— Task directions —
Whenever "false" appears in a line, please copy that line from the data.

— Dataset content —
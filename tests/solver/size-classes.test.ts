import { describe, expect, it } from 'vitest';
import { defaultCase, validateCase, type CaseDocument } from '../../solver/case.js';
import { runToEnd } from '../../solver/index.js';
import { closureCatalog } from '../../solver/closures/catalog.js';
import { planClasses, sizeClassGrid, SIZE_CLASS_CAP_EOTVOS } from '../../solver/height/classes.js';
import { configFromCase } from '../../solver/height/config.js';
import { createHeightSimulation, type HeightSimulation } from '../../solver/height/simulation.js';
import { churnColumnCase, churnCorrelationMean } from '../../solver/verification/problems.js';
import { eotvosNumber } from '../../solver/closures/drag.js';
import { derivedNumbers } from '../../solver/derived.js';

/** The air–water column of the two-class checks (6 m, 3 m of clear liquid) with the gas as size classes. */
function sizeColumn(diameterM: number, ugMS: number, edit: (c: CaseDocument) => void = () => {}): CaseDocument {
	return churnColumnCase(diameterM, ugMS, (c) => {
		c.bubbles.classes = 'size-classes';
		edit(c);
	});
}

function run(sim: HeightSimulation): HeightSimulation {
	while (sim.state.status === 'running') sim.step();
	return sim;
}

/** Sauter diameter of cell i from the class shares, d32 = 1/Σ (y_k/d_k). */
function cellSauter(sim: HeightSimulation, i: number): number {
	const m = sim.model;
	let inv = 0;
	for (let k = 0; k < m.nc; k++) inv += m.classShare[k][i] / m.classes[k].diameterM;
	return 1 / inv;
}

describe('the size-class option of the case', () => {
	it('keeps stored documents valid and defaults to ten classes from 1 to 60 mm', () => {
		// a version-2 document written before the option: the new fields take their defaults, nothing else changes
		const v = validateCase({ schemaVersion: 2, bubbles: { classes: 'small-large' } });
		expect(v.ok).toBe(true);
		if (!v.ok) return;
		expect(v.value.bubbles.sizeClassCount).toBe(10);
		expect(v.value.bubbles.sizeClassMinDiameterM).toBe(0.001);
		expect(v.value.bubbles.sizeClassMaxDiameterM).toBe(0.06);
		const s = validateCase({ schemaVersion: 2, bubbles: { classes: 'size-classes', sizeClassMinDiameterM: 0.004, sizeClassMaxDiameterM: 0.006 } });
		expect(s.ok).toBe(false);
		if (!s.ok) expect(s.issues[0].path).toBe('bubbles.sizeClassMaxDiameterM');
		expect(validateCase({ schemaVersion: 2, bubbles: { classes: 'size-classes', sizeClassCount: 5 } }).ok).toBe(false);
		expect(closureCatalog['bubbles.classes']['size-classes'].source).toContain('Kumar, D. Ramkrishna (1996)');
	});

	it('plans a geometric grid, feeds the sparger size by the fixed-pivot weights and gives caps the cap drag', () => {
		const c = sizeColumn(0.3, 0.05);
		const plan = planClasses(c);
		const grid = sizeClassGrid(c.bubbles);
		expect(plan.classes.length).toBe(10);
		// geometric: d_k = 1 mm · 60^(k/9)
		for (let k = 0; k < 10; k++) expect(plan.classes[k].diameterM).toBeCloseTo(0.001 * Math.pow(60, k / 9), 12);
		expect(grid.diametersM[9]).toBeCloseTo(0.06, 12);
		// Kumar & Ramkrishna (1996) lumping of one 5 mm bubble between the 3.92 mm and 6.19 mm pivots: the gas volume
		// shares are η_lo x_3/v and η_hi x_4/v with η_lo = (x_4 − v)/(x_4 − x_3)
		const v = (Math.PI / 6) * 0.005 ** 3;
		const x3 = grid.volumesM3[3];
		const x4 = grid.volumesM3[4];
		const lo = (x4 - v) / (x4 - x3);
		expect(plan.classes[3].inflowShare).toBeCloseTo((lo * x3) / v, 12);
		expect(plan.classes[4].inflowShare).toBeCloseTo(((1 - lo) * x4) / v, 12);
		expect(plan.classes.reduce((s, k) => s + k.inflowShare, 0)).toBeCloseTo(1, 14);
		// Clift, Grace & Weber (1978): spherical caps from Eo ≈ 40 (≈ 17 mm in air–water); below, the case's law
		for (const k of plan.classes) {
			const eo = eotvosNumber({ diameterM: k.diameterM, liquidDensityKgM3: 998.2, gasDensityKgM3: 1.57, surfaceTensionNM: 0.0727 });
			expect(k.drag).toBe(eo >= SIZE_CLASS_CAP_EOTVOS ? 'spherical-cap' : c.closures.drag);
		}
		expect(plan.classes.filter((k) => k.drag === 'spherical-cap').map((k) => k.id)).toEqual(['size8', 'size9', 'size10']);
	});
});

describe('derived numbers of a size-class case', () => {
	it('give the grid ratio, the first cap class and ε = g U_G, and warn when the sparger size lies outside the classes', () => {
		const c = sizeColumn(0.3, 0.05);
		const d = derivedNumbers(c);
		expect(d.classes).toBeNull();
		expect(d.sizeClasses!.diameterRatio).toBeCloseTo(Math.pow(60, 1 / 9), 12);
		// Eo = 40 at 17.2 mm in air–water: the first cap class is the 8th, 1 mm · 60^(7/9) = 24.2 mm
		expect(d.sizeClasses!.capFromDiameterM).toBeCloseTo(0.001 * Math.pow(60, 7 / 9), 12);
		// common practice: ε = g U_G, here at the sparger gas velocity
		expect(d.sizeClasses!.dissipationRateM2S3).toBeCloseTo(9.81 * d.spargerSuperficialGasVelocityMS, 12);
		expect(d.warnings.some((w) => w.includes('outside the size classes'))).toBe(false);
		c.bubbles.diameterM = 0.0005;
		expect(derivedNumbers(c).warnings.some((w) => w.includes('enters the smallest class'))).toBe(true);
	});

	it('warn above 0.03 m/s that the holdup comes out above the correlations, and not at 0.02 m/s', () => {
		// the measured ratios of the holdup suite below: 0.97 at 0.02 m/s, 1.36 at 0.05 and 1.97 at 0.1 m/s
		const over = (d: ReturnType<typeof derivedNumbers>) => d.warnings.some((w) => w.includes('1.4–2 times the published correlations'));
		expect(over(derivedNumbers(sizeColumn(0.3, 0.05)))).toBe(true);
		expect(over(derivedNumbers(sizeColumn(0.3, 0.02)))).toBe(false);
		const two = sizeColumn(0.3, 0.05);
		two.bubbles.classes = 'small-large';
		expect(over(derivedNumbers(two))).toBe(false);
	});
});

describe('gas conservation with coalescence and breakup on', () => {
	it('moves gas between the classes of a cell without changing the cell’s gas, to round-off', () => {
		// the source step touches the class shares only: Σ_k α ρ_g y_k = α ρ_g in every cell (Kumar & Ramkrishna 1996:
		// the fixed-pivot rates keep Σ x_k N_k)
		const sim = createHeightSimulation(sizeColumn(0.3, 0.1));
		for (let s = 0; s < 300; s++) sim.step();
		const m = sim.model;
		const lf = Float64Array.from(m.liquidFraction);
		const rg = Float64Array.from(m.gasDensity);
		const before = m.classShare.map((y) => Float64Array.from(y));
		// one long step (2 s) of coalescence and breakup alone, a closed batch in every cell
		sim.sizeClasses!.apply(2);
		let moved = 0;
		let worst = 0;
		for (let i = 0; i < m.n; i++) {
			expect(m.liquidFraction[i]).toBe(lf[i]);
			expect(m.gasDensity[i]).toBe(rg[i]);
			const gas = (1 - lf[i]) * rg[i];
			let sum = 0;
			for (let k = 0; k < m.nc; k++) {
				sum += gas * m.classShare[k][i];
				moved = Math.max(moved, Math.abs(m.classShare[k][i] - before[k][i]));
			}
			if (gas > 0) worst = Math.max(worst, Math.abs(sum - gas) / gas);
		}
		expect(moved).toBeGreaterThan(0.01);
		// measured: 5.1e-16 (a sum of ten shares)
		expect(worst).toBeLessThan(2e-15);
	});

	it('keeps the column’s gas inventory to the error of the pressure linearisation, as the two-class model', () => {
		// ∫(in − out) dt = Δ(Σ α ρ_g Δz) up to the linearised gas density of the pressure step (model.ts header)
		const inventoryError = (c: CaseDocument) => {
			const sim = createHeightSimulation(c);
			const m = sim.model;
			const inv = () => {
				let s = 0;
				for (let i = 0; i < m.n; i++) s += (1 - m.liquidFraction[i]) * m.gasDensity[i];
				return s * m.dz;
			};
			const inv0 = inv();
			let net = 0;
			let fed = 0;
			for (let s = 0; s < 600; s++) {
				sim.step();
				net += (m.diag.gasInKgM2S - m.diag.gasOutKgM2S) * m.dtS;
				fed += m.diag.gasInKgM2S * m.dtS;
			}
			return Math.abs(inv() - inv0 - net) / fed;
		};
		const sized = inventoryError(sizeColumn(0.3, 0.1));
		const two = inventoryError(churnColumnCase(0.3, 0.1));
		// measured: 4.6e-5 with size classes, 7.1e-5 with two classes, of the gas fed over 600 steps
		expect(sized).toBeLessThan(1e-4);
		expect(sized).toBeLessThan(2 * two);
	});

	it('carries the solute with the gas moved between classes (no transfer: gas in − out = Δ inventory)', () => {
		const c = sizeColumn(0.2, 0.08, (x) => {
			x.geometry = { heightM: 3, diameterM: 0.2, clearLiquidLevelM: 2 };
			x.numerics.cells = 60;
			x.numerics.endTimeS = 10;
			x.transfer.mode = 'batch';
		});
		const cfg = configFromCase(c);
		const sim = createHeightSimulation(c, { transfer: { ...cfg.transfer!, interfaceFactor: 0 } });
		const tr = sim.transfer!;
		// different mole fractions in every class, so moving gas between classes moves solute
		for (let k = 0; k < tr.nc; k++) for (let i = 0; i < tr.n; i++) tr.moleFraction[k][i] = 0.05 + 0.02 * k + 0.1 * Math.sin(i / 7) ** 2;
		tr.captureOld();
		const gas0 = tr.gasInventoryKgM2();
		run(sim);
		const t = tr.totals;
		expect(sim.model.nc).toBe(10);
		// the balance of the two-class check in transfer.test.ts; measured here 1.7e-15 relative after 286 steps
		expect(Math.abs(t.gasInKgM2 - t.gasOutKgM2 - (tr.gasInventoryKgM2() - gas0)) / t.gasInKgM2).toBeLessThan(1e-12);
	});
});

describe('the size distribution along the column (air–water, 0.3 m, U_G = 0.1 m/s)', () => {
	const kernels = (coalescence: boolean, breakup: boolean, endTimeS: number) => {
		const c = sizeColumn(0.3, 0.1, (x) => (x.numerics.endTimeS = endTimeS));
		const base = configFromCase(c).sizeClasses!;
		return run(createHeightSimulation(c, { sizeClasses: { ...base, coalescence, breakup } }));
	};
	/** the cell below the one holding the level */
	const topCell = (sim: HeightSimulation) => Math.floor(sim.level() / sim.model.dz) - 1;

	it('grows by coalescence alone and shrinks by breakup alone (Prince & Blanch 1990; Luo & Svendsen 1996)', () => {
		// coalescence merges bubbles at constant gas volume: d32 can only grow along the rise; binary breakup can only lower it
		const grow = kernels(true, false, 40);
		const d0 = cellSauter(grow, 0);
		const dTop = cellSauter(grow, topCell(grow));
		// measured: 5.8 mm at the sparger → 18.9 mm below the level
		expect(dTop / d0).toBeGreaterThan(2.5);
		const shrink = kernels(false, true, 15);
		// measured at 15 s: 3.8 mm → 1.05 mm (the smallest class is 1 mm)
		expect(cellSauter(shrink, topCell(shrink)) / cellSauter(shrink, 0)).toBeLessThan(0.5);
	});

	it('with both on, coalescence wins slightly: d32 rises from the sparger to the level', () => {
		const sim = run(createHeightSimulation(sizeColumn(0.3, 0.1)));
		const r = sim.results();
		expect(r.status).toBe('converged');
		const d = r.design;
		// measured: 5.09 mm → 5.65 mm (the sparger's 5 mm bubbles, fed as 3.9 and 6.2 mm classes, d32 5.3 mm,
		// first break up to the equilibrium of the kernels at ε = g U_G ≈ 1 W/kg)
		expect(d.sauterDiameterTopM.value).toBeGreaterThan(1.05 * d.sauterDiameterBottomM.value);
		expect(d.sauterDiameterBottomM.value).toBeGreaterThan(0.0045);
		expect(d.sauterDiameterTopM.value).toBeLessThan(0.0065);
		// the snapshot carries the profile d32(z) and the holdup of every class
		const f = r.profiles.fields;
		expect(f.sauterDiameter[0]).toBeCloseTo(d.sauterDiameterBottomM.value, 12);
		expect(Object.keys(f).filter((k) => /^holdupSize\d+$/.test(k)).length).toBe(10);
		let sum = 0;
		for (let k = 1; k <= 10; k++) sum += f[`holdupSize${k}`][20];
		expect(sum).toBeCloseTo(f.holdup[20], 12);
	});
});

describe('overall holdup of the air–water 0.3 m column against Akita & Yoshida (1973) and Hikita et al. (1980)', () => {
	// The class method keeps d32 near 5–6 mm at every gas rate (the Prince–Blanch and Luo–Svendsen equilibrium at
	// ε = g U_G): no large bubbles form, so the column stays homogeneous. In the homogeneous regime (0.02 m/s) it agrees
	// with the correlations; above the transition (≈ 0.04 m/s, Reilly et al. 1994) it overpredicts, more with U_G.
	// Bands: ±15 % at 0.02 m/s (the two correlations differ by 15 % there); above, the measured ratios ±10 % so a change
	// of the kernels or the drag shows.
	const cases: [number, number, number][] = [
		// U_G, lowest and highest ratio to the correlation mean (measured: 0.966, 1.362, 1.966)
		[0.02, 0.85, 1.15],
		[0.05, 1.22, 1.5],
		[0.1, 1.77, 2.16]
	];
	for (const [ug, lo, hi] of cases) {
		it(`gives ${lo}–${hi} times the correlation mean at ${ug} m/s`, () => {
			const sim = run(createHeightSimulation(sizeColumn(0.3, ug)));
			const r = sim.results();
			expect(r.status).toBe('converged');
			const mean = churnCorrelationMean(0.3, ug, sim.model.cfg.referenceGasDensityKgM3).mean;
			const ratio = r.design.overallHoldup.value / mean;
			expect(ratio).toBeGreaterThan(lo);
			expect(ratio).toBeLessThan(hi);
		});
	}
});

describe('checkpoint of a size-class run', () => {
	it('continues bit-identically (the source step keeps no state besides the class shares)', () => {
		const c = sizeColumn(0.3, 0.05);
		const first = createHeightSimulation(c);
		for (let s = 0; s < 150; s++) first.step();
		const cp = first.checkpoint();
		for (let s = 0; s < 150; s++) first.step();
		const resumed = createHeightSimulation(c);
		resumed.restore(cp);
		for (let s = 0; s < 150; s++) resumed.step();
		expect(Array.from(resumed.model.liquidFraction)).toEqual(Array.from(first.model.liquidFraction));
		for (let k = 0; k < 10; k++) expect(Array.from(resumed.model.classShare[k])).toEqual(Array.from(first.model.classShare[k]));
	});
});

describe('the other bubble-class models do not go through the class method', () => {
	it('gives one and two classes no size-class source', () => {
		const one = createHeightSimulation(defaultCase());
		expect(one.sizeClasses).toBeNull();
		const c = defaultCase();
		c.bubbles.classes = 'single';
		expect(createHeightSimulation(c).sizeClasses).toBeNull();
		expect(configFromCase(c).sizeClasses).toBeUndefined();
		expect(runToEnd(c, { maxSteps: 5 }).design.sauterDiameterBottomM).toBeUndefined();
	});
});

— Reply to the task —
		expect(s.ok).toBe(false);
		expect(validateCase({ schemaVersion: 2, bubbles: { classes: 'size-classes', sizeClassCount: 5 } }).ok).toBe(false);
		expect(d.warnings.some((w) => w.includes('outside the size classes'))).toBe(false);
		expect(over(derivedNumbers(sizeColumn(0.3, 0.02)))).toBe(false);
		expect(over(derivedNumbers(two))).toBe(false);
		const grow = kernels(true, false, 40);
		const shrink = kernels(false, true, 15);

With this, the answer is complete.